[Saved entries]
+ + +
"""Slow, obvious reference versions of the kernels, for the tests to compare against.

Each section belongs to one part of the engine; keep them plain Python / numpy.
"""
import itertools

import numpy as np

# ## trees ---------------------------------------------------------------------------------------
# Impurities from their textbook definitions (Breiman, Friedman, Olshen & Stone 1984,
# Classification and Regression Trees, ch. 4 and 8) and a brute-force search over every
# binary split of one node: every threshold of a numeric feature, every subset of the levels
# of a categorical one, with the missing code (255) tried on both sides.

MISSING = 255


def gini(counts) -> float:
    """Gini index 1 - sum p_k^2 of (weighted) class counts."""
    c = np.asarray(counts, dtype=float)
    w = c.sum()
    return 0.0 if w <= 0 else float(1.0 - ((c / w) ** 2).sum())


def entropy_bits(counts) -> float:
    """Shannon entropy -sum p_k log2 p_k in bits of (weighted) class counts."""
    c = np.asarray(counts, dtype=float)
    w = c.sum()
    if w <= 0:
        return 0.0
    p = c[c > 0] / w
    return float(-(p * np.log2(p)).sum())


def weighted_variance(y, w) -> float:
    """Weighted mean squared deviation from the weighted mean."""
    y = np.asarray(y, float)
    w = np.asarray(w, float)
    if w.sum() <= 0:
        return 0.0
    mu = (w * y).sum() / w.sum()
    return float((w * (y - mu) ** 2).sum() / w.sum())


def node_impurity(rows, y_class, y_value, weights, task, n_classes, criterion) -> float:
    """Impurity of the in-bag rows `rows` with draw-count weights."""
    w = weights[rows]
    if task == "regression":
        return weighted_variance(y_value[rows], w)
    counts = np.bincount(y_class[rows], weights=w, minlength=n_classes)
    return gini(counts) if criterion == "gini" else entropy_bits(counts)


def split_score(left, right, y_class, y_value, weights, task, n_classes, criterion) -> float:
    """w_L * imp(L) + w_R * imp(R)."""
    return sum(weights[s].sum() * node_impurity(s, y_class, y_value, weights, task, n_classes, criterion)
               for s in (left, right))


def brute_force_splits(codes, n_bins, is_cat, y_class, y_value, weights, rows, *, task, n_classes,
                       criterion, min_leaf):
    """Every valid binary split of the node `rows` (in-bag rows only): list of (score, feature, left rows).

    Numeric: left = code <= t for t in -1..n_bins-1; categorical: left = any subset of the levels
    present; missing rows to the left or the right. Both children need draw weight >= min_leaf.
    """
    rows = np.asarray([r for r in rows if weights[r] > 0])
    out = []
    for f in range(codes.shape[0]):
        if n_bins[f] <= 1:
            continue
        c = codes[f, rows].astype(int)
        miss = c == MISSING
        sides = (True, False) if miss.any() else (False,)
        if is_cat[f]:
            levels = sorted(set(c[~miss].tolist()))
            tests = [set(s) for r in range(len(levels) + 1) for s in itertools.combinations(levels, r)]
            goes = [np.isin(c, sorted(s)) & ~miss for s in tests]
        else:
            # t = -1 and t = n_bins - 1 put every non-missing row on one side: "missing vs the rest"
            goes = [(c <= t) & ~miss for t in range(-1, n_bins[f])]
        seen = set()
        for g in goes:
            for mleft in sides:
                gl = g | (miss & mleft)
                key = tuple(rows[gl].tolist())
                if key in seen:
                    continue
                seen.add(key)
                left, right = rows[gl], rows[~gl]
                if weights[left].sum() < min_leaf or weights[right].sum() < min_leaf:
                    continue
                s = split_score(left, right, y_class, y_value, weights, task, n_classes, criterion)
                out.append((s, f, frozenset(left.tolist())))
    return out


def goes_left(code, node, tree) -> bool:
    """Whether a code goes left at an internal node of a Tree (one rule at a time)."""
    if code == MISSING:
        return bool(tree.missing_left[node])
    if tree.is_cat[node]:
        word = int(tree.cat_masks[tree.threshold[node], code // 64])
        return bool((word >> (code % 64)) & 1)
    return code <= tree.threshold[node]


def path(codes, row, tree) -> list:
    """Nodes visited by one row from the root to its leaf."""
    node, seen = 0, [0]
    while tree.left[node] >= 0:
        code = int(codes[tree.feature[node], row])
        node = int(tree.left[node] if goes_left(code, node, tree) else tree.right[node])
        seen.append(node)
    return seen


def route(codes, rows, tree) -> np.ndarray:
    """Leaf reached by each row."""
    return np.array([path(codes, r, tree)[-1] for r in rows], dtype=np.int64)


def node_depths(tree) -> np.ndarray:
    """Depth of every node (root 0) from the child links."""
    depth = np.full(tree.n_nodes, -1)
    depth[0] = 0
    for v in range(tree.n_nodes):
        if tree.left[v] >= 0:
            depth[tree.left[v]] = depth[tree.right[v]] = depth[v] + 1
    return depth


def recount(codes, tree, weights):
    """(distinct in-bag rows, draw weight, in-bag rows) of every node, by routing each in-bag row."""
    n_rows = np.zeros(tree.n_nodes, np.int64)
    weight = np.zeros(tree.n_nodes, np.int64)
    members = [[] for _ in range(tree.n_nodes)]
    for r in np.flatnonzero(weights > 0):
        for v in path(codes, r, tree):
            n_rows[v] += 1
            weight[v] += weights[r]
            members[v].append(int(r))
    return n_rows, weight, members


# ## data ----------------------------------------------------------------------------------------
# The bin code of a value by its definition (the number of edges at or below it), one value at a
# time, and the real data file the table tests read.

def bin_code(value: float, edges) -> int:
    """Code of one numeric value: 255 if NaN, else how many edges are <= value."""
    if value != value:
        return MISSING
    return sum(1 for e in edges if e <= value)


def penguins_csv_path():
    """Path of palmerpenguins' penguins.csv, found without importing the package (it imports pandas)."""
    import importlib.metadata
    for f in importlib.metadata.files("palmerpenguins") or []:
        if str(f).replace("\\", "/").endswith("data/penguins.csv"):
            return f.locate()
    raise FileNotFoundError("palmerpenguins' penguins.csv is not installed")


# ## runs, report ------------------------------------------------------------------------------
# The early-stop rule, the "settled at" size and the OOB error rate written out from their
# definitions, one ensemble size at a time; Wilson's interval from its formula (Wilson 1927,
# "Probable inference, the law of succession, and statistical inference", JASA 22, eq. for the
# score interval).

def stable_rule(needed, m, min_members=32, refits=3, spread=0.1, slack=16) -> bool:
    """True when after m members the last `refits` refits made at min_members members or later (and
    not after m) all put members_needed within +-max(spread N, slack) of the latest one, N, and m >= N."""
    seen = [(a, b) for a, b in needed if min_members <= a <= m]
    if len(seen) < refits:
        return False
    n = seen[-1][1]
    return n >= 1 and m >= n and all(b >= 1 and abs(b - n) <= max(spread * n, slack) for _, b in seen[-refits:])


def settled_at(curve, lo, hi):
    """Smallest size s (1-based) with lo <= curve[k] <= hi for every k >= s - 1; None if the last point is outside."""
    for s in range(1, len(curve) + 1):
        if all(lo <= curve[k] <= hi for k in range(s - 1, len(curve))):
            return s
    return None


def oob_error_rate(pred, y) -> float:
    """Share of rows with an OOB prediction (not None) whose prediction differs from the true label."""
    pairs = [(p, t) for p, t in zip(pred, y) if p is not None]
    return sum(p != t for p, t in pairs) / len(pairs)


def wilson_interval(k: int, n: int, z: float = 1.959963984540054):
    """Wilson score interval for k successes in n trials."""
    import math
    p = k / n
    centre = (p + z * z / (2 * n)) / (1 + z * z / n)
    half = z / (1 + z * z / n) * math.sqrt(p * (1 - p) / n + z * z / (4 * n * n))
    return centre - half, centre + half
+ + +
> Exercise details
The records above must be reproduced word for word.

> Solution to this problem
"""Slow, obvious reference versions of the kernels, for the tests to compare against.

Each section belongs to one part of the engine; keep them plain Python / numpy.
"""
import itertools

import numpy as np

# ## trees ---------------------------------------------------------------------------------------
# Impurities from their textbook definitions (Breiman, Friedman, Olshen & Stone 1984,
# Classification and Regression Trees, ch. 4 and 8) and a brute-force search over every
# binary split of one node: every threshold of a numeric feature, every subset of the levels
# of a categorical one, with the missing code (255) tried on both sides.

MISSING = 255


def gini(counts) -> float:
    """Gini index 1 - sum p_k^2 of (weighted) class counts."""
    c = np.asarray(counts, dtype=float)
    w = c.sum()
    return 0.0 if w <= 0 else float(1.0 - ((c / w) ** 2).sum())


def entropy_bits(counts) -> float:
    """Shannon entropy -sum p_k log2 p_k in bits of (weighted) class counts."""
    c = np.asarray(counts, dtype=float)
    w = c.sum()
    if w <= 0:
        return 0.0
    p = c[c > 0] / w
    return float(-(p * np.log2(p)).sum())


def weighted_variance(y, w) -> float:
    """Weighted mean squared deviation from the weighted mean."""
    y = np.asarray(y, float)
    w = np.asarray(w, float)
    if w.sum() <= 0:
        return 0.0
    mu = (w * y).sum() / w.sum()
    return float((w * (y - mu) ** 2).sum() / w.sum())


def node_impurity(rows, y_class, y_value, weights, task, n_classes, criterion) -> float:
    """Impurity of the in-bag rows `rows` with draw-count weights."""
    w = weights[rows]
    if task == "regression":
        return weighted_variance(y_value[rows], w)
    counts = np.bincount(y_class[rows], weights=w, minlength=n_classes)
    return gini(counts) if criterion == "gini" else entropy_bits(counts)


def split_score(left, right, y_class, y_value, weights, task, n_classes, criterion) -> float:
    """w_L * imp(L) + w_R * imp(R)."""
    return sum(weights[s].sum() * node_impurity(s, y_class, y_value, weights, task, n_classes, criterion)
               for s in (left, right))


def brute_force_splits(codes, n_bins, is_cat, y_class, y_value, weights, rows, *, task, n_classes,
                       criterion, min_leaf):
    """Every valid binary split of the node `rows` (in-bag rows only): list of (score, feature, left rows).

    Numeric: left = code <= t for t in -1..n_bins-1; categorical: left = any subset of the levels
    present; missing rows to the left or the right. Both children need draw weight >= min_leaf.
    """
    rows = np.asarray([r for r in rows if weights[r] > 0])
    out = []
    for f in range(codes.shape[0]):
        if n_bins[f] <= 1:
            continue
        c = codes[f, rows].astype(int)
        miss = c == MISSING
        sides = (True, False) if miss.any() else (False,)
        if is_cat[f]:
            levels = sorted(set(c[~miss].tolist()))
            tests = [set(s) for r in range(len(levels) + 1) for s in itertools.combinations(levels, r)]
            goes = [np.isin(c, sorted(s)) & ~miss for s in tests]
        else:
            # t = -1 and t = n_bins - 1 put every non-missing row on one side: "missing vs the rest"
            goes = [(c <= t) & ~miss for t in range(-1, n_bins[f])]
        seen = set()
        for g in goes:
            for mleft in sides:
                gl = g | (miss & mleft)
                key = tuple(rows[gl].tolist())
                if key in seen:
                    continue
                seen.add(key)
                left, right = rows[gl], rows[~gl]
                if weights[left].sum() < min_leaf or weights[right].sum() < min_leaf:
                    continue
                s = split_score(left, right, y_class, y_value, weights, task, n_classes, criterion)
                out.append((s, f, frozenset(left.tolist())))
    return out


def goes_left(code, node, tree) -> bool:
    """Whether a code goes left at an internal node of a Tree (one rule at a time)."""
    if code == MISSING:
        return bool(tree.missing_left[node])
    if tree.is_cat[node]:
        word = int(tree.cat_masks[tree.threshold[node], code // 64])
        return bool((word >> (code % 64)) & 1)
    return code <= tree.threshold[node]


def path(codes, row, tree) -> list:
    """Nodes visited by one row from the root to its leaf."""
    node, seen = 0, [0]
    while tree.left[node] >= 0:
        code = int(codes[tree.feature[node], row])
        node = int(tree.left[node] if goes_left(code, node, tree) else tree.right[node])
        seen.append(node)
    return seen


def route(codes, rows, tree) -> np.ndarray:
    """Leaf reached by each row."""
    return np.array([path(codes, r, tree)[-1] for r in rows], dtype=np.int64)


def node_depths(tree) -> np.ndarray:
    """Depth of every node (root 0) from the child links."""
    depth = np.full(tree.n_nodes, -1)
    depth[0] = 0
    for v in range(tree.n_nodes):
        if tree.left[v] >= 0:
            depth[tree.left[v]] = depth[tree.right[v]] = depth[v] + 1
    return depth


def recount(codes, tree, weights):
    """(distinct in-bag rows, draw weight, in-bag rows) of every node, by routing each in-bag row."""
    n_rows = np.zeros(tree.n_nodes, np.int64)
    weight = np.zeros(tree.n_nodes, np.int64)
    members = [[] for _ in range(tree.n_nodes)]
    for r in np.flatnonzero(weights > 0):
        for v in path(codes, r, tree):
            n_rows[v] += 1
            weight[v] += weights[r]
            members[v].append(int(r))
    return n_rows, weight, members


# ## data ----------------------------------------------------------------------------------------
# The bin code of a value by its definition (the number of edges at or below it), one value at a
# time, and the real data file the table tests read.

def bin_code(value: float, edges) -> int:
    """Code of one numeric value: 255 if NaN, else how many edges are <= value."""
    if value != value:
        return MISSING
    return sum(1 for e in edges if e <= value)


def penguins_csv_path():
    """Path of palmerpenguins' penguins.csv, found without importing the package (it imports pandas)."""
    import importlib.metadata
    for f in importlib.metadata.files("palmerpenguins") or []:
        if str(f).replace("\\", "/").endswith("data/penguins.csv"):
            return f.locate()
    raise FileNotFoundError("palmerpenguins' penguins.csv is not installed")


# ## runs, report ------------------------------------------------------------------------------
# The early-stop rule, the "settled at" size and the OOB error rate written out from their
# definitions, one ensemble size at a time; Wilson's interval from its formula (Wilson 1927,
# "Probable inference, the law of succession, and statistical inference", JASA 22, eq. for the
# score interval).

def stable_rule(needed, m, min_members=32, refits=3, spread=0.1, slack=16) -> bool:
    """True when after m members the last `refits` refits made at min_members members or later (and
    not after m) all put members_needed within +-max(spread N, slack) of the latest one, N, and m >= N."""
    seen = [(a, b) for a, b in needed if min_members <= a <= m]
    if len(seen) < refits:
        return False
    n = seen[-1][1]
    return n >= 1 and m >= n and all(b >= 1 and abs(b - n) <= max(spread * n, slack) for _, b in seen[-refits:])


def settled_at(curve, lo, hi):
    """Smallest size s (1-based) with lo <= curve[k] <= hi for every k >= s - 1; None if the last point is outside."""
    for s in range(1, len(curve) + 1):
        if all(lo <= curve[k] <= hi for k in range(s - 1, len(curve))):
            return s
    return None


def oob_error_rate(pred, y) -> float:
    """Share of rows with an OOB prediction (not None) whose prediction differs from the true label."""
    pairs = [(p, t) for p, t in zip(pred, y) if p is not None]
    return sum(p != t for p, t in pairs) / len(pairs)


def wilson_interval(k: int, n: int, z: float = 1.959963984540054):
    """Wilson score interval for k successes in n trials."""
    import math
    p = k / n
    centre = (p + z * z / (2 * n)) / (1 + z * z / n)
    half = z / (1 + z * z / n) * math.sqrt(p * (1 - p) / n + z * z / (4 * n * n))
    return centre - half, centre + half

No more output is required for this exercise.